Austen met Tate in 1899. Whether they had a sexual relationship is unknown, but it was not uncommon for single women to live together in that era in what was called a “Boston marriage.”
“We’re not trying to label the relationship nor do we know the precise nature of the relationship,” said Monger. “But she did live with Gertrude Tate, another woman, for 30 years at this house and they were together for over 50 years when that was not the predominant social relationship.”
Austen lost all her money in the 1929 stock market crash, and after failing to make ends meet, the women were eventually evicted from the home that’s now a museum. Gertrude’s family took her in, but Alice ended up in the poorhouse. While it’s possible that Tate’s family was simply unable to care for Austen, it’s also possible that she wasn’t welcome to live with them.
The couple also wished to be buried together, but they were not.
Near the end of her life, Austen’s photos were discovered by a publisher and she earned some money from magazine fees.
Visitors to the museum, which is a short bus ride from the Staten Island Ferry terminal, can take self-guided tours, seeing some of her images and camera equipment along with period furnishings. The house also hosts contemporary photography exhibitions not just of Austen’s work but also on themes relevant to her life and other issues.
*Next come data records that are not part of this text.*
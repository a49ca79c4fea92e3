"""The per-frame obscure record (redact.redaction.obscure) and rendering as a pure function of it.

The end-to-end check: a run's frames, as handed to the encoder, are rendered again from the
decoded source and the run's own records after a JSON round trip, and must be the same bytes
(hashlib SHA-256, FIPS 180-4). The clip is the crossing scene of tests/conftest.py (astronaut():
public domain, NASA; camera(): CC0, Lav Varshney; loaded from the installed scikit-image).
"""

from __future__ import annotations

import hashlib
import json

import numpy as np
import pytest
from conftest import ScriptedEstimator

import redact.finishing
import redact.media.video as video
from redact.errors import RedactError
from redact.pipeline import ProcessSettings, process_video
from redact.provenance.signing import Signer
from redact.redaction.obscure import (
    FILL_GREY,
    BoxArea,
    MaskArea,
    ObscureRecord,
    ObscureRegion,
    Reason,
    WholeFrame,
    add_people,
)
from redact.redaction.regions import RegionSettings
from redact.redaction.render import RenderSettings, obscurer_for, render_frame, render_record
from redact.skeletons.rows import read_rows
from redact.vision.records import Tracks

SEED = bytes(range(32))
FAULTS = {7, 30}  # estimator calls (= frames, one frame at a time) that raise
PLAN = {"version": "redact-plan/1",
        "boxes": [{"label": "poster", "box": [10, 4, 80, 30], "frames": [3, 20]}],
        "regions": [{"label": "notice", "points": [[130, 4], [200, 4], [214, 34], [118, 34]], "frames": [10, 14]}],
        "obscure_frames": [{"label": "door open", "frames": [40, 41]}]}


def _sha(img: np.ndarray) -> str:
    return hashlib.sha256(np.ascontiguousarray(img).tobytes()).hexdigest()


@pytest.fixture(scope="module")
def recorded(crossing_clip, tmp_path_factory):
    """The crossing clip processed (blur, a plan, two failed frames) with every record and every
    encoder input kept."""
    d = tmp_path_factory.mktemp("obscure")
    plan = d / "plan.json"
    plan.write_text(json.dumps(PLAN))
    encoded: dict[int, str] = {}
    real = video.VideoWriter.write

    def write(self, image, pts):
        encoded[pts] = _sha(image)
        return real(self, image, pts)

    records: list[ObscureRecord] = []
    settings = ProcessSettings(render=RenderSettings(style="blur", figure=True), threads=1)
    mp = pytest.MonkeyPatch()
    mp.setattr(video.VideoWriter, "write", write)
    try:
        result = process_video(crossing_clip.path, d / "out", Signer.from_seed(SEED), settings,
                               estimator=ScriptedEstimator(faults=FAULTS), plan=plan, records=records.append)
    finally:
        mp.undo()
    return crossing_clip, settings, result, records, encoded


def test_records_come_one_per_frame_in_order_with_every_reason(recorded):
    clip, _, result, records, _ = recorded
    assert [r.frame for r in records] == list(range(result.frames)) and result.frames == 50
    kinds = {w.kind for r in records for reg in r.regions for w in reg.reasons}
    # "motion" only where something moves outside every person's region (redact.finishing.MotionCover;
    # tests/test_hidden_people.py has a clip where only the motion net finds anyone)
    assert {"person", "lookback", "plan", "fault"} <= kinds <= {"person", "lookback", "plan", "fault", "motion"}
    assert {r.frame for r in records if r.fault} == FAULTS
    assert all(r.fault == "RuntimeError" for r in records if r.frame in FAULTS)
    plan_whole = [r.frame for r in records if r.whole_frame and not r.fault]
    assert plan_whole == [40, 41]
    labels = {w.label for r in records for reg in r.over for w in reg.reasons if w.kind == "plan"}
    assert labels == {"poster", "notice", "door open"}
    people = [w for r in records for reg in r.under for w in reg.reasons if w.kind == "person"]
    assert people and all(w.track_id is not None and w.state in ("observed", "predicted") for w in people)
    assert sum(len(r.figures) > 0 for r in records) > 10  # figures are drawn (style blur with figures)


def test_rendering_again_from_stored_records_gives_the_encoded_bytes(recorded):
    clip, settings, result, records, encoded = recorded
    obscurer = obscurer_for(settings.render)
    stored = [json.loads(json.dumps(r.to_dict())) for r in records]  # what a store would keep
    with video.VideoReader(clip.path, hash_file=False) as reader:
        frames = list(reader.frames())
    assert len(frames) == len(stored) == len(encoded)
    for frame, doc in zip(frames, stored):
        again = render_record(frame.image, ObscureRecord.from_dict(doc), settings.render, obscurer=obscurer)
        assert _sha(again) == encoded[frame.pts], f"frame {frame.index} renders differently from its record"


def test_failed_frames_are_grey_and_their_rows_say_fault(recorded):
    clip, settings, result, records, _ = recorded
    with open(result.package / "skeletons.jsonl", "rb") as f:
        status = {r.frame: r.status for r in read_rows(f)}
    assert {f for f, s in status.items() if s != "ok"} == FAULTS
    img = np.zeros((clip.spec.height, clip.spec.width, 3), np.uint8)
    for r in records:
        if r.frame in FAULTS and len(r.over) == 1:  # nothing added by the look-back: plain grey
            assert (render_record(img, r, settings.render) == FILL_GREY).all()


def test_a_producer_or_the_renderer_raising_fails_that_frame_closed(crossing_clip, tmp_path, monkeypatch):
    real_add, real_render = redact.finishing.add_people, redact.finishing.render_record

    def add_people_failing(record, *a, **k):
        if record.frame == 5:
            raise ValueError("injected in a producer")
        return real_add(record, *a, **k)

    def render_failing(image, record, *a, **k):
        if record.frame == 9 and record.fault is None:
            raise KeyError("injected in the renderer")
        return real_render(image, record, *a, **k)

    monkeypatch.setattr(redact.finishing, "add_people", add_people_failing)
    monkeypatch.setattr(redact.finishing, "render_record", render_failing)
    records: list[ObscureRecord] = []
    result = process_video(crossing_clip.path, tmp_path / "out", Signer.from_seed(SEED),
                           ProcessSettings(threads=1, lookback_seconds=0.0), records=records.append)
    assert {r.frame: r.fault for r in records if r.fault} == {5: "ValueError", 9: "KeyError"}
    assert set(result.fault_frames) == {5, 9}
    log = [json.loads(line) for line in (result.package / "log.jsonl").read_text().splitlines()]
    fault = next(e for e in log if e["kind"] == "fault")
    assert fault["reasons"] == {"ValueError": 1, "KeyError": 1} and fault["frames"] == [[5, 5], [9, 9]]


# ---------------------------------------------------------------- the record and the renderer alone

def _scene(h: int = 120, w: int = 160) -> np.ndarray:
    rng = np.random.default_rng(4)
    return rng.integers(0, 256, (h, w, 3), dtype=np.uint8)


def test_each_geometry_obscures_exactly_its_pixels():
    img = _scene()
    fill = RenderSettings(style="fill")
    mask = np.zeros((120, 160), bool)
    mask[30:50, 60:70] = True
    mask[45:60, 65:90] = True
    for geom, covered in ((BoxArea((10, 20, 40, 35)), np.s_[20:35, 10:40]),
                          (MaskArea.from_mask(mask), mask)):
        rec = ObscureRecord(0, 160, 120).add(ObscureRegion(geom, (Reason("motion"),)))
        out = render_record(img, rec, fill)
        expect = img.copy()
        expect[covered] = FILL_GREY
        assert np.array_equal(out, expect)
    whole = ObscureRecord(0, 160, 120).add(ObscureRegion(WholeFrame(), (Reason("review", entry="c1"),)), over=True)
    assert (render_record(img, whole, RenderSettings(style="blur")) == FILL_GREY).all()


def test_regions_over_the_figures_cover_them_and_regions_under_do_not():
    img = np.full((120, 160, 3), 60, np.uint8)
    kp = np.zeros((1, 17, 3), np.float32)
    kp[0, :, 0], kp[0, :, 1], kp[0, :, 2] = np.linspace(20, 140, 17), 60, 0.9
    box = ObscureRegion(BoxArea((0, 40, 160, 80)), (Reason("motion"),))
    base = ObscureRecord(0, 160, 120).with_figures(kp)
    style = RenderSettings(style="fill")
    under, over = render_record(img, base.add(box), style), render_record(img, base.add(box, over=True), style)
    assert (over[40:80] == FILL_GREY).all()
    assert (under[40:80] != FILL_GREY).any(axis=2).any()  # the figure is drawn on top


def test_render_frame_is_the_record_of_its_tracks():
    img = _scene()
    kp = np.zeros((2, 17, 3), np.float32)
    kp[:, :, 0] = np.linspace(30, 60, 17)
    kp[1, :, 0] += 60
    kp[:, :, 1], kp[:, :, 2] = 60, 0.9
    tr = Tracks(np.array([1, 2]), np.array([[25, 30, 65, 100], [85, 30, 125, 100]]), np.array([0.9, 0.8]), kp,
                np.array([True, False]), np.array([0, 1], np.int32), np.array([0.1, 0.15], np.float32))
    style = RenderSettings(style="pixelate", figure=True)
    rec = add_people(ObscureRecord(0, 160, 120), tr, RegionSettings()).with_figures(tr.keypoints)
    assert np.array_equal(render_frame(img, tr, style), render_record(img, rec, style))
    assert [(w.track_id, w.state) for reg in rec.under for w in reg.reasons] == [(1, "observed"), (2, "predicted")]
    assert ObscureRecord.from_dict(json.loads(json.dumps(rec.to_dict()))).to_dict() == rec.to_dict()


def test_bad_records_are_refused():
    with pytest.raises(RedactError, match="unknown obscure reason"):
        Reason("sunshine")
    with pytest.raises(RedactError, match="figures"):
        ObscureRecord(0, 10, 10, figures=np.zeros((1, 5, 3)))
    with pytest.raises(RedactError, match="at least one Reason"):
        ObscureRegion(BoxArea((0, 0, 2, 2)), ())
    with pytest.raises(RedactError, match="malformed"):
        ObscureRecord.from_dict({"frame": 0})
    rec = ObscureRecord(0, 160, 120)
    with pytest.raises(RedactError, match="for 160×120 frames"):
        render_record(np.zeros((10, 10, 3), np.uint8), rec, RenderSettings())


def test_added_producers_see_every_frame_in_order_and_fail_closed():
    """A producer stage plugged into the finisher (as a motion net would be): its regions are
    rendered, it sees failed frames too, and one that raises fails only that frame."""
    import io
    from fractions import Fraction

    from redact.finishing import FrameFinisher, FrameSinks, FrameWork, LookBack, Produced, RunStats
    from redact.media.video import Frame
    from redact.redaction.quality import QualityMonitor

    img = _scene()
    img.flags.writeable = False
    frames = [Frame(i, i * 512, Fraction(1, 12800), i / 25, img, bytes(32)) for i in range(6)]
    seen: list[tuple[int, str | None]] = []

    def motion(work, record):
        seen.append((work.frame.index, record.fault))
        return Produced(record.add(ObscureRegion(BoxArea((20, 10, 60, 30)), (Reason("motion", detail="blob"),))))

    def flaky(work, record):
        if work.frame.index in (2, 4):
            raise ZeroDivisionError("injected")
        return Produced(record)

    encoded: list[np.ndarray] = []
    records: list[ObscureRecord] = []
    skel = io.BytesIO()
    stats = RunStats()
    style = RenderSettings(style="fill")
    sinks = FrameSinks(lambda image, pts: encoded.append(image), skel, io.BytesIO(), io.BytesIO(), 6,
                       records=records.append)
    finisher = FrameFinisher(style, 1, obscurer_for(style), LookBack(2, RegionSettings(), 0.6, stats),
                             QualityMonitor(), stats, sinks, producers=(motion, flaky))
    for f in frames:
        finisher.finish(FrameWork(f, None, None, "Injected") if f.index == 4 else FrameWork(f, Tracks.empty()))
    finisher.flush()
    assert seen == [(0, None), (1, None), (2, None), (3, None), (4, "Injected"), (5, None)]
    assert [r.fault for r in records] == [None, None, "ZeroDivisionError", None, "Injected", None]
    assert stats.faults == [2, 4] and stats.fault_reasons == {"ZeroDivisionError": 1, "Injected": 1}
    for k in (0, 1, 3, 5):
        expect = img.copy()
        expect[10:30, 20:60] = FILL_GREY
        assert np.array_equal(encoded[k], expect)
        assert records[k].reason_counts() == {"motion": 1}
    assert (encoded[2] == FILL_GREY).all() and (encoded[4] == FILL_GREY).all()
    rows_status = [json.loads(line)["status"] for line in skel.getvalue().splitlines()]
    assert rows_status == ["ok", "ok", "fault", "ok", "fault", "ok"]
Monger said she hopes the museum will help visitors see that “there’s a history of people living differently than what you see in mainstream media. If we can promote acceptance and tolerance, that’s a great mission for us.”
If You Go…
ALICE AUSTEN HOUSE: 2 Hylan Blvd., Staten Island, New York; http://www.aliceausten.org or 718-816-4506. Tuesday-Sunday, 11 a.m.-5 p.m. Closed major holidays. Suggested admission, $3. From the Staten Island ferry terminal, take the S51 bus to Hylan and Bay.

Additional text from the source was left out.